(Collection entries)
--*--

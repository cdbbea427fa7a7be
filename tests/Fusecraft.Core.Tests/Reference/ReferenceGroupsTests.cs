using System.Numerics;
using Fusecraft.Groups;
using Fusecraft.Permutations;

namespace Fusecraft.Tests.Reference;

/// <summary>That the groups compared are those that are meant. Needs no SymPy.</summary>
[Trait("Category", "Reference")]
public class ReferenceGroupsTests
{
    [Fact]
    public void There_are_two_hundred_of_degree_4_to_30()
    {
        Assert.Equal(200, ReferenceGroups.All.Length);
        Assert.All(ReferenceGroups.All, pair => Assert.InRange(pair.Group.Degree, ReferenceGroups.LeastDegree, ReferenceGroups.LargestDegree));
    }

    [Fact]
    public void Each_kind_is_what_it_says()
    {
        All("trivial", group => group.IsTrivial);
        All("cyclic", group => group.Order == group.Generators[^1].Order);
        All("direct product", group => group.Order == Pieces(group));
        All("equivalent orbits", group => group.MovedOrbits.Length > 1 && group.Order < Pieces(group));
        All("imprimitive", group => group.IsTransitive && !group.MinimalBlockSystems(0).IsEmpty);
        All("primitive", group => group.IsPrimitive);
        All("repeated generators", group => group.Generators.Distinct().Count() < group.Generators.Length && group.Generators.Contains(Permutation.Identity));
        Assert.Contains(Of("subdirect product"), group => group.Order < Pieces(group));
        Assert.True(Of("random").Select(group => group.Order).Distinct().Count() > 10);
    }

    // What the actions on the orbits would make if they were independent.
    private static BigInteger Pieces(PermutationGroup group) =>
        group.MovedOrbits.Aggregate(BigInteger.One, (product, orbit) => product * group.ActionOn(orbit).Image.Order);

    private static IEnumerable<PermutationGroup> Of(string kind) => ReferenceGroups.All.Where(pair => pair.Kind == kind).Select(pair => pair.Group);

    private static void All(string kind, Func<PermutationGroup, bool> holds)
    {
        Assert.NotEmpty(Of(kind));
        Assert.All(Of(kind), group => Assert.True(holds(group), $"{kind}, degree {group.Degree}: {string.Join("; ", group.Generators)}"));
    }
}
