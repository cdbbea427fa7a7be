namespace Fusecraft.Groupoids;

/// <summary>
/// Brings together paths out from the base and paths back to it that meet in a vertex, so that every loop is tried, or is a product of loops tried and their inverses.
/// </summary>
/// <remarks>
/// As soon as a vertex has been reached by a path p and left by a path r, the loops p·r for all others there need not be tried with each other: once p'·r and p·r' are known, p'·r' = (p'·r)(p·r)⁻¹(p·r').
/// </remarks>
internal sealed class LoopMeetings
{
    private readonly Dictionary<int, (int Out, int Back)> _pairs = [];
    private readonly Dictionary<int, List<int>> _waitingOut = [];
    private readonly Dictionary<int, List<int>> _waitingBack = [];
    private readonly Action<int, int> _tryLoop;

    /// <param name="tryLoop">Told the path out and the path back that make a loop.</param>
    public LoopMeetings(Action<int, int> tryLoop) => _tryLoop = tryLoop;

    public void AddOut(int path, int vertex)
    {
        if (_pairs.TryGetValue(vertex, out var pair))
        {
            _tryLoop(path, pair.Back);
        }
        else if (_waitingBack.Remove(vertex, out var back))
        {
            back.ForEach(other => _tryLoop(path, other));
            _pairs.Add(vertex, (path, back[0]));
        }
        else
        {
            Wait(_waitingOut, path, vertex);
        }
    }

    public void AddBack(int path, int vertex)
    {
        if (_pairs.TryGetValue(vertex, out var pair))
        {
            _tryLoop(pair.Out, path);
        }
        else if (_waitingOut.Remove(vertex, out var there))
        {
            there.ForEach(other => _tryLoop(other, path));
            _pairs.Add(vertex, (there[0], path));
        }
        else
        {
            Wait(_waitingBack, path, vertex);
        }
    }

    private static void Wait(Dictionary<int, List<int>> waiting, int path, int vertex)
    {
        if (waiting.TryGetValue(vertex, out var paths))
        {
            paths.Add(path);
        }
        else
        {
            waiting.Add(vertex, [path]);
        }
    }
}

--*--

Read the data above. Pull out each line in which the string "that" appears.

*Answer*.
/// <summary>That the groups compared are those that are meant. Needs no SymPy.</summary>
/// Brings together paths out from the base and paths back to it that meet in a vertex, so that every loop is tried, or is a product of loops tried and their inverses.
    /// <param name="tryLoop">Told the path out and the path back that make a loop.</param>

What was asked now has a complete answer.